## Aim of the task
List all lines of the data that include the string "highest".

Saved entries
···

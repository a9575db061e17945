//! The speeds at which a train that turns as one is in balance.

use super::SteadyError;
use super::external::{Command, External};
use crate::equations::Equations;
use crate::equations::holding::{Limits, hold};
use crate::equations::mode::FrictionMode;
use crate::signal::course::Overrides;
use nalgebra::{DMatrix, DVector};

/// Torque that still counts as balanced, relative to the torques at work.
pub(super) const CLOSED: f64 = 1e-11;

/// Points of the scan over speed on each side of the given one.
const SCAN: usize = 3000;

/// Angles looked at for the pitch that closes a balance.
const PITCH_SCAN: u32 = 720;

/// Torques and speeds of a balanced train.
#[derive(Clone, Debug)]
pub struct Balance {
    /// Independent speeds, rad/s.
    pub speeds: DVector<f64>,
    /// Generalised torque on the independent speeds from outside, holding friction included, N*m.
    pub torque: DVector<f64>,
    /// Sum of the magnitudes of the torques at work, N*m.
    pub at_work: f64,
    /// Command of each drive's controller, N*m, then of each pitch loop, rad.
    pub command: Vec<f64>,
    /// Holding torque of each friction element at rest.
    pub at_rest: Vec<Option<f64>>,
}

/// A search for a balance.
pub(super) struct Search<'a> {
    pub(super) external: External<'a>,
    pub(super) motions: &'a DMatrix<f64>,
    pub(super) mass: DMatrix<f64>,
}

impl Balance {
    /// The balance nearest to the given speeds.
    pub fn find(
        equations: &Equations,
        motions: &DMatrix<f64>,
        start: &DVector<f64>,
        time: f64,
        overrides: &Overrides,
    ) -> Result<Self, SteadyError> {
        let external = External { equations, time, overrides };
        let mass = motions.transpose() * &equations.model.reduction.mass * motions;
        let search = Search { external, motions, mass };
        let given = if motions.ncols() == 0 {
            DVector::zeros(0)
        } else {
            motions.clone().svd(true, true).solve(start, 1e-12).map_err(|_| SteadyError {
                message: "the given speeds cannot be taken apart".to_owned(),
            })?
        };
        match motions.ncols() {
            0 => search.settled(&given),
            1 => search.one(given[0]),
            _ => search.many(&given),
        }
    }
}

impl Search<'_> {
    pub(super) fn equations(&self) -> &Equations {
        self.external.equations
    }

    pub(super) fn speeds(&self, motion: &DVector<f64>) -> DVector<f64> {
        if self.motions.ncols() == 0 {
            DVector::zeros(self.equations().speeds)
        } else {
            self.motions * motion
        }
    }

    fn by_law(&self) -> Vec<Command> {
        vec![Command::ByLaw; self.external.commands()]
    }

    /// Net torque along each motion, and the sum of magnitudes at work.
    pub(super) fn net(&self, motion: &DVector<f64>, commands: &[Command]) -> (DVector<f64>, f64) {
        let (torque, at_work) = self.external.torque(&self.speeds(motion), commands);
        (self.motions.transpose() * torque, at_work)
    }

    /// One motion: every torque is a function of one speed, so the axis is searched outwards.
    fn one(&self, given: f64) -> Result<Balance, SteadyError> {
        let at = |value: f64| DVector::from_element(1, value);
        let commands = self.by_law();
        let net = |value: f64| self.net(&at(value), &commands);
        let knots = self.knots();
        let typical = (0..self.equations().speeds)
            .filter(|place| self.motions[(*place, 0)] != 0.0)
            .map(|place| self.equations().scale[place] / self.motions[(place, 0)].abs())
            .fold(given.abs(), f64::max);
        // Neutral everywhere: any speed is an operating point.
        let (here, at_work) = net(given);
        let step = 1e-4 * typical;
        let flat = |value: f64| net(value).0[0].abs() <= CLOSED * at_work;
        if flat(given) && flat(given + step) && flat(given - step) {
            return self.settled(&at(given));
        }
        let mut grid: Vec<f64> = (0..=2 * SCAN)
            .map(|index| given + 3.0 * typical * (index as f64 / SCAN as f64 - 1.0))
            .chain((0..40).flat_map(|index| {
                let near = typical * 10.0_f64.powf(-f64::from(index) / 8.0);
                [given - near, given + near]
            }))
            .collect();
        grid.push(given);
        grid.retain(|value| knots.iter().all(|knot| (value - knot).abs() > 1e-9 * typical));
        grid.extend(&knots);
        grid.sort_by(f64::total_cmp);
        grid.dedup();
        let mut found: Vec<f64> = Vec::new();
        let mut unstable: Option<f64> = None;
        let side = 1e-9 * typical;
        for pair in grid.windows(2) {
            let low = if knots.contains(&pair[0]) { pair[0] + side } else { pair[0] };
            let high = if knots.contains(&pair[1]) { pair[1] - side } else { pair[1] };
            let (left, right) = (net(low).0[0], net(high).0[0]);
            if left > 0.0 && right <= 0.0 || left == 0.0 && right < 0.0 {
                found.push(crate::solve::locate::root(low, high, |value| net(value).0[0], 0.0));
            } else if left < 0.0 && right > 0.0 {
                unstable = Some(0.5 * (low + high));
            }
        }
        for &knot in &knots {
            if self.jump_holds(knot, side) {
                found.push(knot);
            }
        }
        let nearest =
            found.into_iter().min_by(|a, b| (a - given).abs().total_cmp(&(b - given).abs()));
        match nearest {
            Some(value) => self.settled(&at(value)),
            None if unstable.is_some() => Err(SteadyError {
                message: format!(
                    "unstable: the only balance, near {}, is one from which the speed runs away",
                    self.speed_text(unstable.unwrap_or(0.0))
                ),
            }),
            None => Err(self.missing(here[0], &at(given))),
        }
    }

    /// Speeds at which a torque jumps: rest, and the speeds that controllers hold.
    fn knots(&self) -> Vec<f64> {
        let mut knots = Vec::new();
        if !self.equations().frictions.is_empty() {
            knots.push(0.0);
        }
        for index in 0..self.external.commands() {
            if self.external.integrates(index) {
                let zero = self.external.error(index, &DVector::zeros(self.equations().speeds));
                let one = self.external.error(index, &self.speeds(&DVector::from_element(1, 1.0)));
                if one != zero {
                    knots.push(zero / (zero - one));
                }
            }
        }
        knots.sort_by(f64::total_cmp);
        knots.dedup();
        knots
    }

    /// True when the elements that jump at a knot can close the balance there.
    fn jump_holds(&self, knot: f64, side: f64) -> bool {
        let at = |value: f64| DVector::from_element(1, value);
        if knot == 0.0 && !self.equations().frictions.is_empty() {
            return self.settled(&at(0.0)).is_ok();
        }
        let commands = self.by_law();
        let left = self.net(&at(knot - side), &commands).0[0];
        let right = self.net(&at(knot + side), &commands).0[0];
        left >= 0.0 && right <= 0.0
    }

    fn settled(&self, motion: &DVector<f64>) -> Result<Balance, SteadyError> {
        self.settled_with(motion, &self.by_law())
    }

    /// Completes a balance: what controllers and resting friction must carry to close it.
    pub(super) fn settled_with(
        &self,
        motion: &DVector<f64>,
        commands: &[Command],
    ) -> Result<Balance, SteadyError> {
        let equations = self.equations();
        let speeds = self.speeds(motion);
        let mut commands = commands.to_vec();
        let holding_speed: Vec<usize> = (0..commands.len())
            .filter(|index| {
                let size = match equations.controllers.get(*index) {
                    Some(one) => equations.terms[one.command].input_size / one.gain,
                    None => 0.0,
                };
                let integrates =
                    equations.controllers.get(*index).is_none_or(|one| one.integral.is_some());
                integrates
                    && commands[*index] == Command::ByLaw
                    && self.external.error(*index, &speeds).abs() <= 1e-8 * size.max(speeds.amax())
            })
            .collect();
        for index in &holding_speed {
            let lower = self.external.pitch(*index).map_or(0.0, |pitch| pitch.angles[0]);
            commands[*index] = Command::Fixed(lower);
        }
        let (mut torque, mut at_work) = self.external.torque(&speeds, &commands);
        // A controller that holds its speed carries what is missing, up to its limit.
        let turns = self.motions.ncols() > 0;
        if let ([index], true) = (holding_speed.as_slice(), turns)
            && self.external.pitch(*index).is_some()
        {
            commands[*index] = Command::Fixed(self.pitch_for(*index, &speeds, &commands));
            (torque, at_work) = self.external.torque(&speeds, &commands);
        } else if let ([index], true) = (holding_speed.as_slice(), turns) {
            commands[*index] = Command::Fixed(1.0);
            let (with_one, _) = self.external.torque(&speeds, &commands);
            let unit = self.motions.column(0).dot(&(&with_one - &torque));
            let missing = self.motions.column(0).dot(&torque);
            let [lower, upper] = self.external.edges(*index, &speeds);
            let needed = if unit == 0.0 { 0.0 } else { -missing / unit };
            commands[*index] = Command::Fixed(needed.max(lower).min(upper));
            (torque, at_work) = self.external.torque(&speeds, &commands);
        }
        let at_rest = self.hold_at_rest(&speeds, &mut torque, &mut at_work)?;
        let left = self.motions.transpose() * &torque;
        if !left.is_empty()
            && left.amax() > 1e-8 * at_work.max(f64::MIN_POSITIVE) * self.motions.amax()
        {
            return Err(self.missing(left[left.icamax()], motion));
        }
        let command = (0..commands.len())
            .map(|index| self.external.command(index, &speeds, commands[index]))
            .collect();
        Ok(Balance { speeds, torque, at_work, command, at_rest })
    }

    /// The pitch at which a rotor closes the balance at its speed: the first on the way from fine
    /// pitch where its torque falls below what is needed.
    fn pitch_for(&self, index: usize, speeds: &DVector<f64>, commands: &[Command]) -> f64 {
        let [lowest, highest] = self.external.edges(index, speeds);
        let mut commands = commands.to_vec();
        let motion = self.motions.column(0);
        // The rotor drives in the sense in which its loop counts the speed.
        let there = self.speeds(&DVector::from_element(1, 1.0));
        let none = DVector::zeros(there.len());
        let sense =
            (self.external.error(index, &there) - self.external.error(index, &none)).signum();
        let mut net = |angle: f64| {
            commands[index] = Command::Fixed(angle);
            sense * motion.dot(&self.external.torque(speeds, &commands).0)
        };
        let step = (highest - lowest) / f64::from(PITCH_SCAN);
        let mut below = lowest;
        if net(lowest) <= 0.0 {
            return lowest;
        }
        for place in 1..=PITCH_SCAN {
            let above = lowest + step * f64::from(place);
            if net(above) <= 0.0 {
                return crate::solve::locate::root(below, above, net, 0.0);
            }
            below = above;
        }
        highest
    }

    /// Friction at rest carries the balance in proportion to its breakaway, as far as it suffices.
    fn hold_at_rest(
        &self,
        speeds: &DVector<f64>,
        torque: &mut DVector<f64>,
        at_work: &mut f64,
    ) -> Result<Vec<Option<f64>>, SteadyError> {
        let equations = self.equations();
        let resting: Vec<usize> = (0..equations.frictions.len())
            .filter(|index| {
                let friction = &equations.frictions[*index];
                friction.judge(self.external.relative(friction, speeds)) == FrictionMode::Stuck
            })
            .collect();
        let mut at_rest = vec![None; equations.frictions.len()];
        if resting.is_empty() {
            return Ok(at_rest);
        }
        let dense: Vec<DVector<f64>> = resting
            .iter()
            .map(|index| equations.model.reduction.dense(&equations.frictions[*index].row))
            .collect();
        for index in &resting {
            at_rest[*index] = Some(0.0);
        }
        if self.motions.ncols() == 0 {
            return Ok(at_rest);
        }
        let inverse = self
            .mass
            .clone()
            .try_inverse()
            .unwrap_or_else(|| DMatrix::identity(self.mass.nrows(), self.mass.nrows()));
        let rows = DMatrix::from_fn(resting.len(), self.motions.ncols(), |line, column| {
            dense[line].dot(&self.motions.column(column))
        });
        let compliance = &rows * &inverse * rows.transpose();
        let drive = &rows * &inverse * (self.motions.transpose() * &*torque);
        let limits: Vec<Limits> = resting
            .iter()
            .map(|index| self.external.breakaway(&equations.frictions[*index]))
            .collect();
        let size = *at_work * inverse.amax() * rows.amax();
        let drive: Vec<f64> = drive
            .iter()
            .map(|value| if value.abs() <= 1e-12 * size { 0.0 } else { *value })
            .collect();
        let holding = hold(&compliance, &drive, &limits);
        if !holding.holds {
            let line = holding.weakest.unwrap_or(0);
            let friction = &equations.frictions[resting[line]];
            return Err(SteadyError {
                message: format!(
                    "no torque balance: at rest `{}` would have to hold {:.6} N*m, its breakaway is {:.6} N*m",
                    friction.name,
                    holding.torque[line],
                    limits[line].of(holding.torque[line])
                ),
            });
        }
        for (line, index) in resting.iter().enumerate() {
            at_rest[*index] = Some(holding.torque[line]);
            torque.axpy(holding.torque[line], &dense[line], 1.0);
            *at_work += holding.torque[line].abs();
        }
        Ok(at_rest)
    }

    /// The error that names the member at which torque is missing.
    pub(super) fn missing(&self, net: f64, motion: &DVector<f64>) -> SteadyError {
        let equations = self.equations();
        let torque = self.external.torque(&self.speeds(motion), &self.by_law()).0;
        let place = torque.icamax();
        let share = if self.motions.ncols() > 0 { self.motions[(place, 0)] } else { 1.0 };
        let body = equations.model.reduction.independent[place];
        let at = if share.abs() > 1e-12 { net / share } else { net };
        SteadyError {
            message: format!(
                "no torque balance: {:.6} N*m are left over at `{}` near the given speeds, and no speed closes it",
                at, equations.model.scenario.bodies[body].name
            ),
        }
    }

    fn speed_text(&self, value: f64) -> String {
        let equations = self.equations();
        let speeds = self.speeds(&DVector::from_element(1, value));
        let body = equations.model.reduction.independent[0];
        format!("{:.6} rad/s of `{}`", speeds[0], equations.model.scenario.bodies[body].name)
    }
}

···

## Answer for the task
        let [lowest, highest] = self.external.edges(index, speeds);
        let step = (highest - lowest) / f64::from(PITCH_SCAN);
        highest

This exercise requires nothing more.